Set up exemplars on Prometheus (requires --enable-feature=exemplar-storage and OpenTelemetry instrumentation in NFs). One enabled exemplar feature pays for the whole observability migration.

Storage sizing, roughly

For a mid-size operator (5M subscribers, 9 NFs, 3 regions):

PillarDaily volume90-day retention
Metrics50-100 GB5-10 TB (Mimir, compressed)
Traces200-500 GB at 5% samplingobject storage, lifecycle to cold after 14d
Logs1-3 TB90-270 TB raw, ~30% with Loki compression

Logs dominate. Get aggressive about log levels (INFO not DEBUG in production) and compress aggressively. Cold storage tiering after 14 days is standard.

Replacing legacy NMS

The migration that works:

  1. Stand up Prometheus/Grafana alongside the legacy NMS. Both run.
  2. Build the top 20 dashboards the NOC actually uses on the new stack.
  3. Build alerting rules in Alertmanager mirroring the legacy thresholds.
  4. Run shadow mode for 60 days. Both alert. Compare false positive/negative rates.
  5. Cut over alerting. Decommission legacy NMS in two phases: alerting first, dashboards second.

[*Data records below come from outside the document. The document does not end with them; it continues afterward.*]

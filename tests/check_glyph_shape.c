/* Tests for src/glyph_shape.c (glyph geometry): the path, shape and transform
** grammar, exact bounds for shapes with known answers, and agreement with
** librsvg (the outside reference: rsvg_handle_get_geometry_for_layer and
** rsvg_handle_render_document, librsvg 2.54 on cairo) over every glyph we ship
** or test with and a few hundred seeded random shapes. */
#define _GNU_SOURCE /* nftw */
#include <check.h>
#include <ftw.h>
#include <librsvg/rsvg.h>
#include <math.h>
#include <stdarg.h>
#include <stdio.h>
#include <stdlib.h>
#include <string.h>

#include "glyph.h"
#include "glyph_shape.h"
#include "check_run.h"

static ug_mark here(void) { return ug_mark_file("test.yaml"); }

static glyph_shape *parse(const char *markup)
{
    glyph_shape *s = NULL;
    ug_error err;
    ug_error_clear(&err);
    ug_status st = glyph_shape_parse(markup, here(), &s, &err);
    ck_assert_msg(st == UG_OK, "%s: %s", markup, err.msg);
    return s;
}

static void assert_box(const char *markup, double x, double y, double w, double h,
                       size_t segments)
{
    glyph_shape *s = parse(markup);
    double b[4];
    glyph_shape_bounds(s, b);
    ck_assert_msg(fabs(b[0] - x) < 1e-9 && fabs(b[1] - y) < 1e-9 && fabs(b[2] - w) < 1e-9 &&
                      fabs(b[3] - h) < 1e-9,
                  "%s: box %.12g %.12g %.12g %.12g, expected %g %g %g %g", markup, b[0],
                  b[1], b[2], b[3], x, y, w, h);
    if (segments != (size_t)-1)
        ck_assert_msg(glyph_shape_segments(s) == segments, "%s: %zu segments, expected %zu",
                      markup, glyph_shape_segments(s), segments);
    glyph_shape_free(s);
}

#define ANY ((size_t)-1)

/* ---- the path grammar (SVG 1.1 §8.3) ------------------------------------------ */

typedef struct {
    const char *d;
    double x, y, w, h;
    size_t segments; /* lines + cubics + closepaths */
} path_case;

/* Expected values by hand:
**  - C0 10 10 10 10 0 from (0,0): y(t) = 30 t (1 - t), largest at t = 1/2: 7.5;
**  - S after it reflects (10,10) about (10,0) to (10,-10): the mirror image, -7.5;
**  - S with no cubic before: first control = current point, so from (0,0) with
**    (10,10), (10,0): y(t) = 30 t^2 (1 - t), largest at t = 2/3: 40/9;
**  - Q5 10 10 0: y(t) = 20 t (1 - t), largest 5; T mirrors it to -5;
**  - A5 5 0 0 1 10 0: half circle about (5,0); sweep 1 turns the positive
**    angle (downward in y-down) from angle pi through 3 pi/2, i.e. (5,-5);
**    sweep 0 goes through (5,5); radii 1 1 are scaled up to 5 (F.6.6). */
static const path_case paths[] = {
    {"M0 0 L10 0 L10 10 Z", 0, 0, 10, 10, 3},
    {"m5 5 l10 0 l0 10 z", 5, 5, 10, 10, 3},
    {"M0 0 H10 V10 H0 Z", 0, 0, 10, 10, 4},
    {"M0 0 h10 v10 h-10 z", 0, 0, 10, 10, 4},
    {"M0 0 10 0 10 10", 0, 0, 10, 10, 2},          /* implicit L after M */
    {"m1 1 10 0 0 10", 1, 1, 10, 10, 2},           /* implicit l after m */
    {"M0 0 L10 0 10 10 0 10 Z", 0, 0, 10, 10, 4},  /* implicit repeats of L */
    {"M0 0 C0 10 10 10 10 0 Z", 0, 0, 10, 7.5, 2},
    {"m0 0 c0 10 10 10 10 0 z", 0, 0, 10, 7.5, 2},
    {"M0 0 C0 10 10 10 10 0 10 -10 20 -10 20 0 Z", 0, -7.5, 20, 15, 3},
    {"M0 0 C0 10 10 10 10 0 S20 -10 20 0 Z", 0, -7.5, 20, 15, 3},
    {"M0 0 c0 10 10 10 10 0 s10 -10 10 0 z", 0, -7.5, 20, 15, 3},
    {"M0 0 S10 10 10 0 Z", 0, 0, 10, 40.0 / 9, 2},
    {"M0 0 Q5 10 10 0 Z", 0, 0, 10, 5, 2},
    {"m0 0 q5 10 10 0 z", 0, 0, 10, 5, 2},
    {"M0 0 Q5 10 10 0 T20 0 Z", 0, -5, 20, 10, 3},
    {"M0 0 q5 10 10 0 t10 0 z", 0, -5, 20, 10, 3},
    {"M0 0 L0 10 T10 0 Z", 0, 0, 10, 10, 3},       /* T alone: a line */
    {"M0 0 A5 5 0 0 1 10 0 Z", 0, -5, 10, 5, 3},
    {"M0 0 a5 5 0 0 1 10 0 z", 0, -5, 10, 5, 3},
    {"M0 0 a5 5 0 00 10 0 z", 0, 0, 10, 5, 3},     /* flags without separators */
    {"M0 0a5 5 0 1010 0z", 0, 0, 10, 5, 3},        /* 1, 0, then 10 */
    {"M0,0A5,5,0,0,1,10,0Z", 0, -5, 10, 5, 3},
    {"M0 0 A1 1 0 0 1 10 0 Z", 0, -5, 10, 5, 3},   /* radii scaled up */
    {"M0 0 L0 10 A0 5 0 0 1 10 10 Z", 0, 0, 10, 10, 3}, /* rx 0: a line */
    {"M0 0 L0 10 A5 5 0 0 1 0 10 Z", 0, 0, 0, 0, 2},    /* same ends: omitted */
    {"M0 0 L10 0 L10 10 Z L-10 0 L0 -10 Z", -10, -10, 20, 20, 6}, /* after Z */
    {"M0,0L1e1,0 10-10z", 0, -10, 10, 10, 3},
    {"M0 0L.5.5 1 0z", 0, 0, 1, 0.5, 3},
    {"M0 0 L10 10 M20 20 L30 20 L30 30 Z", 20, 20, 10, 10, 4}, /* no area: left out */
    {"", 0, 0, 0, 0, 0},
    {" \n\t", 0, 0, 0, 0, 0},
};

START_TEST(test_path_commands)
{
    const path_case *c = &paths[_i];
    char markup[300];
    snprintf(markup, sizeof markup, "<path d=\"%s\"/>", c->d);
    assert_box(markup, c->x, c->y, c->w, c->h, c->segments);
}
END_TEST

static const char *const bad[] = {
    "<path d=\"L0 0 1 1\"/>",              /* no moveto first */
    "<path d=\"M0\"/>",                    /* half a pair */
    "<path d=\"M0 0 L\"/>",
    "<path d=\"M0 0 X1 1\"/>",
    "<path d=\"M0 0 A1 1 0 2 0 1 1\"/>",   /* flag 2 */
    "<path d=\"M0 0 A1 1 0 0 1 1\"/>",
    "<path d=\"M0 0 L1 1,\"/>",            /* a comma with nothing after */
    "<path d=\"M0 0 L1 1,,2 2\"/>",
    "<path d=\"M0 0 L1e 1\"/>",
    "<path d=\"M0 0 L. 1\"/>",
    "<path d=\"M0 0 L1e999 1\"/>",         /* not finite */
    "<polygon points=\"0 0 1\"/>",         /* odd count */
    "<rect width=\"1 2\" height=\"1\"/>",
    "<rect width=\"5%\" height=\"1\"/>",
    "<circle r=\"\"/>",
    "<g transform=\"rotate(1 2)\"/>",      /* a centre needs both coordinates */
    "<g transform=\"scale()\"/>",
    "<g transform=\"shear(1)\"/>",
    "<g transform=\"translate(1 2\"/>",
    "<g fill-rule=\"odd\"/>",
    "<text/>",
    "<g>",
    "</g>",
    "<g></path>",
    "<path d=\"M0 0\">x</path>",
    "<path d='M0 0 L1 &amp; 2'/>",
    "<path style=\"fill:red\" d=\"M0 0\"/>",
    "<rect width=\"1\" height=\"1\"><rect/></rect>",
    "junk",
};

START_TEST(test_bad_data_refused)
{
    glyph_shape *s = NULL;
    ug_error err;
    ug_error_clear(&err);
    ug_status st = glyph_shape_parse(bad[_i], here(), &s, &err);
    ck_assert_msg(st == UG_ESYNTAX, "%s: status %d", bad[_i], st);
    ck_assert_ptr_null(s);
    ck_assert_msg(strstr(err.msg, "malformed at character"), "%s: %s", bad[_i], err.msg);
    ck_assert_str_eq(err.where.file, "test.yaml");
}
END_TEST

/* ---- shapes and transforms ------------------------------------------------------ */

typedef struct {
    const char *markup;
    double x, y, w, h;
    size_t segments;
} shape_case;

/* A rect 10 x 20 turned by 30 degrees: its corners go to (0,0), (10 cos 30,
** 10 sin 30) = (8.660254, 5), (-20 sin 30, 20 cos 30) = (-10, 17.320508) and
** their sum (-1.339746, 22.320508): x from -10 to 8.660254, y from 0 to
** 22.320508. rotate(90 5 5) maps (x, y) to (10 - y, x). skewX(45) adds y to x. */
static const shape_case shapes[] = {
    {"<circle cx=\"50\" cy=\"50\" r=\"10\"/>", 40, 40, 20, 20, 5},
    {"<ellipse cx=\"50\" cy=\"40\" rx=\"10\" ry=\"5\"/>", 40, 35, 20, 10, 5},
    {"<ellipse cx=\"50\" cy=\"40\" rx=\"10\"/>", 40, 30, 20, 20, 5}, /* ry auto = rx */
    {"<rect x=\"1\" y=\"2\" width=\"10\" height=\"20\"/>", 1, 2, 10, 20, 5},
    {"<rect width=\"10px\" height=\"20\" rx=\"3\"/>", 0, 0, 10, 20, 9},
    {"<rect width=\"10\" height=\"20\" ry=\"30\"/>", 0, 0, 10, 20, 9}, /* clamped */
    {"<rect width=\"0\" height=\"20\"/>", 0, 0, 0, 0, 0},
    {"<circle r=\"-1\"/>", 0, 0, 0, 0, 0},
    {"<polygon points=\"0,0 10,0 5,8\"/>", 0, 0, 10, 8, 3},
    {"<polyline points=\"0 0 10 0 5 8\"/>", 0, 0, 10, 8, 3},
    {"<rect width=\"10\" height=\"20\" transform=\"rotate(30)\"/>", -10, 0,
     8.660254037844386 + 10, 22.32050807568877, 5},
    {"<rect width=\"10\" height=\"2\" transform=\"rotate(90 5 5)\"/>", 8, 0, 2, 10, 5},
    {"<rect width=\"10\" height=\"10\" transform=\"skewX(45)\"/>", 0, 0, 20, 10, 5},
    {"<rect width=\"10\" height=\"10\" transform=\"skewY(45)\"/>", 0, 0, 10, 20, 5},
    {"<rect width=\"10\" height=\"10\" transform=\"matrix(1 0 0 1 3 4)\"/>", 3, 4, 10, 10, 5},
    {"<rect width=\"10\" height=\"10\" transform=\"translate(3)\"/>", 3, 0, 10, 10, 5},
    {"<rect width=\"10\" height=\"10\" transform=\"scale(2,3)\"/>", 0, 0, 20, 30, 5},
    {"<g transform=\"translate(10,20)\"><rect width=\"10\" height=\"10\" "
     "transform=\"scale(2)\"/></g>", 10, 20, 20, 20, 5},
    {"<g transform=\"translate(10 0)scale(2)\"><g transform=\" scale(1 , 3) \">"
     "<rect width=\"1\" height=\"1\"/></g></g>", 10, 0, 2, 6, 5},
    {"<g><path d=\"M0 0 L1 0 L0 1Z\"/><circle cx=\"10\" cy=\"10\" r=\"1\"/></g>", 0, 0, 11,
     11, 8},
};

The failure mode is trying to replicate the legacy NMS dashboard library 1:1. Most of those dashboards were never used. Audit usage logs first.

Alertmanager: routing for telecom

NOCs have escalation hierarchies. Alertmanager routes by labels:

route:
  receiver: noc-tier1
  group_by: [alertname, region, nf_type]
  routes:
    - matchers: [severity="critical", nf_type=~"upf|smf|amf"]
      receiver: noc-tier2-pager
      continue: true
    - matchers: [region="eu-west-1"]
      receiver: eu-noc

group_by collapses 50 alerts about one failed UPF into one notification. This is the difference between "actionable" and "page storm."

> The LGTM stack is not a telecom product, but it has eaten telecom observability because it is honest about cost and because correlation across metrics, traces, and logs is the only way to debug a cloud-native 5G core.

If your NOC dashboard still opens in Internet Explorer, the cost of staying there is now higher than the cost of switching.